I am pleased to report that 2014 was a successful and exciting year for the Cineworld Group and its shareholders.  Despite a relatively quiet year for the cinema exhibition industry in general which saw worldwide admissions drop compared to the previous year, Cineworld continued to grow revenues and earnings and declared an increased dividend.

 

Shareholders will recall that at the start of the year the Group announced a transaction which combined Cineworld and Cinema City. In less than a year the results of that transaction have proved successful and exceeded our expectations.  The Cineworld Group is now Europe's second largest cinema chain.  By the end of the year the Group was operating 1,875 screens in 203 cinemas in 9 different countries.  We are currently scheduled to open a further 504 screens over the next three years - 328 of which are in Central and Eastern Europe and 176 of which are in the UK.  This expansion will be financed from internal resources and provide excellent growth potential for the future.

 

On a pro forma basis revenue increased by 1.8% in the UK and Ireland and we continued to outperform the market as a whole, with box office revenues increasing marginally by 0.1% despite a 3.7% decline in admissions.  By way of contrast, admissions in CEE and Israel increased by 4.0%, which highlights the benefit of the diversified portfolio effect of operating in a number of countries. 

 

The Group's balance sheet is strong and debt has reduced since the acquisition of Cinema City with our EBITDA to net debt ratio at the year end at 2.1 times compared to the 2.3 times we reported at the half year.  This strength and the sound operating performance has enabled the Board to declare a full year dividend of 13.5p per share, which represents 33.7% growth in cash dividends for shareholders who took up their rights as part of the rights issue on 14 February 2014.   I am particularly proud of the fact that the Group has increased its dividend every year since the Company was listed in 2007, despite some very challenging years for UK economy as a whole.

 

Following the combination with Cinema City, Mooky Greidinger joined our Board as CEO in succession to Steve Wiener.  Mooky has been in the cinema business for close to 40 years and is internationally recognised as one of the leading operators in the industry.  We are fortunate to have him as CEO.  Israel Greidinger, also very experienced in the industry, was originally appointed as COO, but after the initial review of roles and structure it was decided to appoint him as Deputy CEO as we believed it was a more appropriate title for his role in the Company.

 

Scott Rosenblum (a New York lawyer who is experienced in corporate governance matters), and Arni Samuelsson (an independent owner and operator of cinemas in Iceland), were also appointed to the Board as non-executive directors during 2014.  It has been a pleasure welcoming our new board members and they have already made a constructive contribution towards our affairs.  I look forward to continuing to work with them in the future.

 

Following nine years of committed service, David Maloney and Peter Williams will lose their independent status as non-executive directors, as defined by the UK Corporate Governance Code, and will step down from the Board at the next AGM.  I would like to personally thank David and Peter for their dedication to Cineworld since its listing, and during a period which has seen the company become the UK's most successful cinema chain, expand internationally and this year enter the FTSE 250.  They made a significant contribution and we wish both of them well for the future.

 

Following a diligent search process we have made an offer to Julie Southern to join the Board as a non-executive director, and will accordingly stand for election at the AGM.  If so elected, it is intended that Julie Southern would succeed David Maloney as the Chair of the Audit Committee.  Julie has an extensive background both in finance and consumer facing businesses and is well qualified to assume this role, which she also holds at Rentokil-Initial plc.  It is also intended that Martina King, an existing independent non-executive director, will succeed Peter Williams as the Chair of the Remuneration Committee.  Martina has a great deal of experience in this area and has sat on the Remuneration Committees for a number of UK Listed businesses.
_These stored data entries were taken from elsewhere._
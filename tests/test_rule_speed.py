"""speed.rider-class: top speed on the flat for each rider, against the class limits."""

from __future__ import annotations

import copy
import math
import re
from typing import Any

import pytest
from firstride_rules.speed.rider_class import RULE

from reviewer.findings import Finding, Severity
from reviewer.testing import rule_outputs, run_rule_on, variant

G, RHO = 9.80665, 1.225  # CGPM standard gravity; ISA sea-level air density

# An invented kart: 10S lithium pack (42 V full), one brushed motor with no wires or pack
# resistance given, so its loop is the winding alone and the drive is easy to check by hand.
KART: dict[str, Any] = {
    "vehicle": {"name": "test kart", "kind": "kart", "mass": "20 kg"},
    "riders": [{"name": "Ada", "mass": "80 kg", "class": "adult"}],
    "battery": {"chemistry": "li-ion", "cells_series": 10},
    "motors": [
        {
            "name": "rear",
            "type": "brushed",
            "kv": "100 rpm/V",
            "winding_resistance": "0.1 ohm",
            "no_load_current": "1 A",
        }
    ],
    "controller": {"motor_current_limit": "10 A"},
    "drivetrain": {
        "motor_pulley_teeth": 12,
        "wheel_pulley_teeth": 60,
        "wheel_diameter": "200 mm",
        "efficiency": "90 %",
    },
    "usage": {"rolling_resistance": 0.01, "drag_area": "0.8 m^2"},
}


def kart(**changes: Any) -> dict[str, Any]:
    return variant(KART, **changes)


def rider(name: str, mass: str, rider_class: str) -> dict[str, str]:
    return {"name": name, "mass": mass, "class": rider_class}


def finding_for(findings: list[Finding], name: str) -> Finding:
    matches = [f for f in findings if f.subject == f"rider '{name}'"]
    assert len(matches) == 1, [f.subject for f in findings]
    return matches[0]


def kmh(finding: Finding) -> float:
    assert finding.measured is not None
    return float(finding.measured.m_as("km/h"))


def test_rule_id() -> None:
    assert RULE.id == "speed.rider-class"


def test_current_limited_top_speed_matches_the_closed_form() -> None:
    # derived from the road-load equation, ISA rho, CGPM g: where the current limit holds,
    # wheel force F = Kt (I_lim - I0) x 5 x 0.9 / 0.1 m is constant and
    # v = sqrt((F - m g Crr) / (0.5 rho CdA)); Kt = 9.5493 / Kv (SI definition of Kt and Ke)
    force = 9.5493 / 100 * (10 - 1) * 5 * 0.9 / 0.1
    expected = math.sqrt((force - 100 * G * 0.01) / (0.5 * RHO * 0.8)) * 3.6
    finding = finding_for(run_rule_on(RULE, kart()), "Ada")
    assert kmh(finding) == pytest.approx(expected, rel=1e-4)
    # the knee of the line (back-EMF = 42 V - 10 A x 0.1 ohm) lies above that speed, so the
    # closed form applies: 4100 rpm / 5 x pi x 0.2 m
    assert expected < 4100 / 5 * math.pi * 0.2 * 60 / 1000


def test_adult_a_little_over_is_fix() -> None:
    # profile limit 25 km/h (EN 17128 scope); 27.6 km/h is under 20 % over
    finding = finding_for(run_rule_on(RULE, kart()), "Ada")
    assert finding.severity is Severity.FIX
    assert 25.0 < kmh(finding) <= 30.0
    assert finding.limit.m_as("km/h") == pytest.approx(25.0)


def test_adult_more_than_a_fifth_over_is_stop() -> None:
    # common practice: an adult more than 20 % over the limit is a stop
    findings = run_rule_on(RULE, kart(usage__drag_area="0.4 m^2"))
    finding = finding_for(findings, "Ada")
    assert kmh(finding) > 30.0
    assert finding.severity is Severity.STOP


def test_adult_within_the_limit_passes() -> None:
    finding = finding_for(run_rule_on(RULE, kart(controller={"max_duty": "70 %"})), "Ada")
    assert finding.severity is Severity.PASS
    assert kmh(finding) <= 25.0
    assert finding.remedy is None


@pytest.mark.parametrize(("rider_class", "duty"), [("youth", "66 %"), ("child", "40 %")])
def test_youth_or_child_over_at_all_is_stop(rider_class: str, duty: str) -> None:
    # common practice: a youth or child rider over the class limit is a stop, even by 3 %
    data = kart(riders=[rider("Kim", "40 kg", rider_class)], controller={"max_duty": duty})
    finding = finding_for(run_rule_on(RULE, data), "Kim")
    limit = finding.limit.m_as("km/h")
    assert limit < kmh(finding) < 1.05 * limit
    assert finding.severity is Severity.STOP


def test_lighter_rider_is_clearly_faster() -> None:
    # common practice: a 25 kg rider reaches a clearly higher top speed than an 80 kg rider on
    # the same drive
    data = kart(riders=[rider("Light", "25 kg", "adult"), rider("Heavy", "80 kg", "adult")])
    data["usage"]["rolling_resistance"] = 0.02  # small scooter wheels
    findings = run_rule_on(RULE, data)
    light, heavy = kmh(finding_for(findings, "Light")), kmh(finding_for(findings, "Heavy"))
    assert light > 1.1 * heavy


def test_halving_the_pack_voltage_about_halves_no_load_speed() -> None:
    # common practice: a brushed motor on 12 V runs at about half its 24 V no-load speed
    def no_load_rpm(cells: int) -> float:
        data = kart(battery={"chemistry": "lead-acid", "cells_series": cells})
        _, figures, _ = rule_outputs(RULE, data)
        (figure,) = [f for f in figures if f.name.startswith("no-load speed at full voltage")]
        return float(figure.value.m_as("rpm"))

    assert no_load_rpm(12) / no_load_rpm(6) == pytest.approx(2.0, rel=0.05)


def test_motor_figures() -> None:
    # SI definition of Kt and Ke: Kt = 9.5493 / Kv; no-load speed (42 V - 1 A x 0.1 ohm) x Kv
    _, figures, _ = rule_outputs(RULE, kart())
    by_name = {f.name: f.value for f in figures}
    assert by_name["Kt, motor 'rear'"].m_as("N*m/A") == pytest.approx(0.095493, rel=1e-4)
    assert by_name["Kv, motor 'rear'"].m_as("rpm/V") == pytest.approx(100.0)
    assert by_name["no-load speed at full voltage, motor 'rear'"].m_as("rpm") == pytest.approx(
        4190.0
    )
    assert "top speed, rider 'Ada'" in by_name


def test_kinetic_energy_and_stopping_distance_are_reported() -> None:
    # kinematics: 0.5 m v^2 and v^2 / (2 a) at the profile's 3 m/s^2
    findings, figures, _ = rule_outputs(RULE, kart())
    speed = kmh(finding_for(findings, "Ada")) / 3.6
    by_name = {f.name: f.value for f in figures}
    energy = by_name["kinetic energy at top speed, rider 'Ada'"].m_as("J")
    distance = by_name["braking distance from top speed, rider 'Ada'"].m_as("m")
    assert energy == pytest.approx(0.5 * 100.0 * speed**2)
    assert distance == pytest.approx(speed**2 / 6.0)


def test_two_motors_add_their_wheel_force() -> None:
    # lever rule (physics): two current-limited motors give twice the wheel force
    data = kart(usage__drag_area="3 m^2")
    twin = copy.deepcopy(data)
    twin["motors"].append({**data["motors"][0], "name": "front"})
    one = kmh(finding_for(run_rule_on(RULE, data), "Ada"))
    two = kmh(finding_for(run_rule_on(RULE, twin), "Ada"))
    force = 9.5493 / 100 * (10 - 1) * 5 * 0.9 / 0.1
    expected = math.sqrt((2 * force - 100 * G * 0.01) / (0.5 * RHO * 3.0)) * 3.6
    assert two == pytest.approx(expected, rel=1e-4)
    assert two > one


def test_pulley_remedy_meets_the_limit_when_rerun() -> None:
    # re-solved with the same road-load model: the named pulley brings the rider within limit
    finding = finding_for(run_rule_on(RULE, kart()), "Ada")
    match = re.search(r"motor pulley of (\d+) teeth", finding.remedy or "")
    assert match, finding.remedy
    teeth = int(match.group(1))
    rerun = finding_for(run_rule_on(RULE, kart(drivetrain__motor_pulley_teeth=teeth)), "Ada")
    assert rerun.severity is Severity.PASS
    assert kmh(rerun) <= 25.0
    # and it is the largest such pulley: one tooth more is still too fast
    bigger = finding_for(run_rule_on(RULE, kart(drivetrain__motor_pulley_teeth=teeth + 1)), "Ada")
    assert bigger.severity is not Severity.PASS


def test_duty_remedy_meets_the_limit_when_rerun() -> None:
    data = kart(riders=[rider("Kim", "30 kg", "child")])
    finding = finding_for(run_rule_on(RULE, data), "Kim")
    assert finding.severity is Severity.STOP
    match = re.search(r"controller\.max_duty\) at or below (\d+) %", finding.remedy or "")
    assert match, finding.remedy
    percent = int(match.group(1))
    rerun = finding_for(
        run_rule_on(
            RULE,
            {**data, "controller": {"motor_current_limit": "10 A", "max_duty": f"{percent} %"}},
        ),
        "Kim",
    )
    assert rerun.severity is Severity.PASS
    assert kmh(rerun) <= 12.0
    faster = finding_for(
        run_rule_on(
            RULE,
            {**data, "controller": {"motor_current_limit": "10 A", "max_duty": f"{percent + 1} %"}},
        ),
        "Kim",
    )
    assert faster.severity is Severity.STOP


def test_ratio_remedy_meets_the_limit_when_rerun() -> None:
    data = kart(drivetrain={"ratio": 5.0, "wheel_diameter": "200 mm", "efficiency": "90 %"})
    finding = finding_for(run_rule_on(RULE, data), "Ada")
    assert finding.severity is Severity.FIX
    match = re.search(r"reduction of at least ([\d.]+):1", finding.remedy or "")
    assert match, finding.remedy
    ratio = float(match.group(1))
    rerun = finding_for(
        run_rule_on(
            RULE,
            kart(drivetrain={"ratio": ratio, "wheel_diameter": "200 mm", "efficiency": "90 %"}),
        ),
        "Ada",
    )
    assert rerun.severity is Severity.PASS


def test_profile_defaults_are_flagged() -> None:
    _, _, given = rule_outputs(RULE, kart())
    _, _, defaulted = rule_outputs(RULE, kart(usage=None, drivetrain__efficiency=None))
    texts = " ".join(a.text for a in defaulted)
    assert "usage.rolling_resistance not given" in texts
    assert "usage.drag_area not given" in texts
    assert "drivetrain.efficiency not given" in texts
    assert not any("not given" in a.text for a in given)


def test_missing_inputs_are_named() -> None:
    data = kart(vehicle={"name": "bare", "kind": "kart"}, drivetrain={"ratio": 5.0})
    data["motors"][0].pop("winding_resistance")
    findings = run_rule_on(RULE, data)
    finding = finding_for(findings, "Ada")
    assert finding.severity is Severity.UNASSESSED
    assert set(finding.missing) == {
        "vehicle.mass",
        "motors[0].winding_resistance",
        "drivetrain.wheel_diameter",
    }


def test_no_riders_is_unassessed() -> None:
    findings = run_rule_on(RULE, kart(riders=[]))
    assert len(findings) == 1
    assert findings[0].severity is Severity.UNASSESSED
    assert findings[0].missing == ("riders",)


def test_no_load_speed_and_rated_voltage_stand_in_for_kv() -> None:
    # DC motor equation V = I0 R + n0 / Kv at no load (Hughes, Electric Motors and Drives,
    # ch. 3, from memory): 1 A through 0.1 ohm leaves 23.9 V, so 2390 rpm at 24 V is 100 rpm/V
    motor = {**KART["motors"][0], "no_load_speed": "2390 rpm", "rated_voltage": "24 V"}
    motor.pop("kv")
    same = kmh(finding_for(run_rule_on(RULE, kart(motors=[motor])), "Ada"))
    assert same == pytest.approx(kmh(finding_for(run_rule_on(RULE, kart()), "Ada")))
A further Board appointment is anticipated presently and we will announce the revised composition of the respective Board committees in due course. I am confident that these appointments will bring significant benefits to the Group and widen the skill set on the Board.

 

It goes without saying that we will maintain our strong culture of attaining the highest corporate governance standards.  This is a matter which the Board takes extremely seriously.  We continue to take note of issues which concern the environment, gender and other diversity and health and safety matters and we periodically review and where appropriate improve our practices in those areas.

 

The prospects for the Group in 2015 are good.  There is a strong film release programme and we are currently on track to open a further 20 cinemas during the year.  I accordingly look forward to the future with confidence.

 

On behalf of myself and the Board I would like to express my appreciation to the Group's management and all its employees for their hard work and achievements during 2014.  They are a great team to work with, competent and committed and I look forward to working with them in the future to continue to provide growth for our shareholders.

 

Anthony Bloom

Chairman

12 March 2015

 

Chief Executive Officer's Review

 

Performance Overview

 

 

53 week period ended 1 January 2015

52 week period ended 26 December 2013

 

UK & Ireland

 

CEE & Israel

 

Total Group

 

Total Group

 

Admissions

51.1m

31.8m

82.9m

51.5m

 

£m

£m

£m

£m

Box office

288.7

110.5

399.2

279.9

Retail

99.2

42.7

141.9

94.1

Distribution Income

-

14.6

14.6

-

Other Income

37.4

26.3

63.7

32.1

Total revenue

425.3

194.1

619.4

406.1


Cineworld Group plc results for the 53 week period ended 1 January 2015 reflect the trading and financial position of Cineworld Cinemas, Cinema City and Picturehouse (the "Group"). Cinema City Holding N.V. and its subsidiaries ("Cinema City") became part of the Group on 28 February 2014 and was consolidated for the final 10 months of the period.

UK & Ireland

 

Cineworld Cinemas

 

 

53 weeks to

 1 January 2015

52 weeks to

26 December 2013

53 week v

 52 week

52 week v

52 week

Admissions

47.9m

48.4m

-1.1%

-4.0%

 

£m

£m

 

 

Box office

269.3

261.5

 +3.0%

+0.0%

Retail

89.3

84.6

+5.6%

+2.2%

Other Income

27.0

23.4

+15.4%

+10.6%

Total revenue

385.6

369.5

+4.4%

+1.2%

 

Box Office

The principal income for Cineworld Cinemas is box office revenue. Except for the revenue generated by Cineworld Cinemas' subscription services, box office revenue is a function of the number of admissions and the ticket price per admission, less VAT. On a 52 v 52 week basis, admissions in the period were down 4.0%, but an increase in average ticket price of 4.0% resulted in flat box office revenues. Box office revenues generated by the UK and Ireland cinema industry as a whole were down 2.7% during the same period (Source: Rentrak).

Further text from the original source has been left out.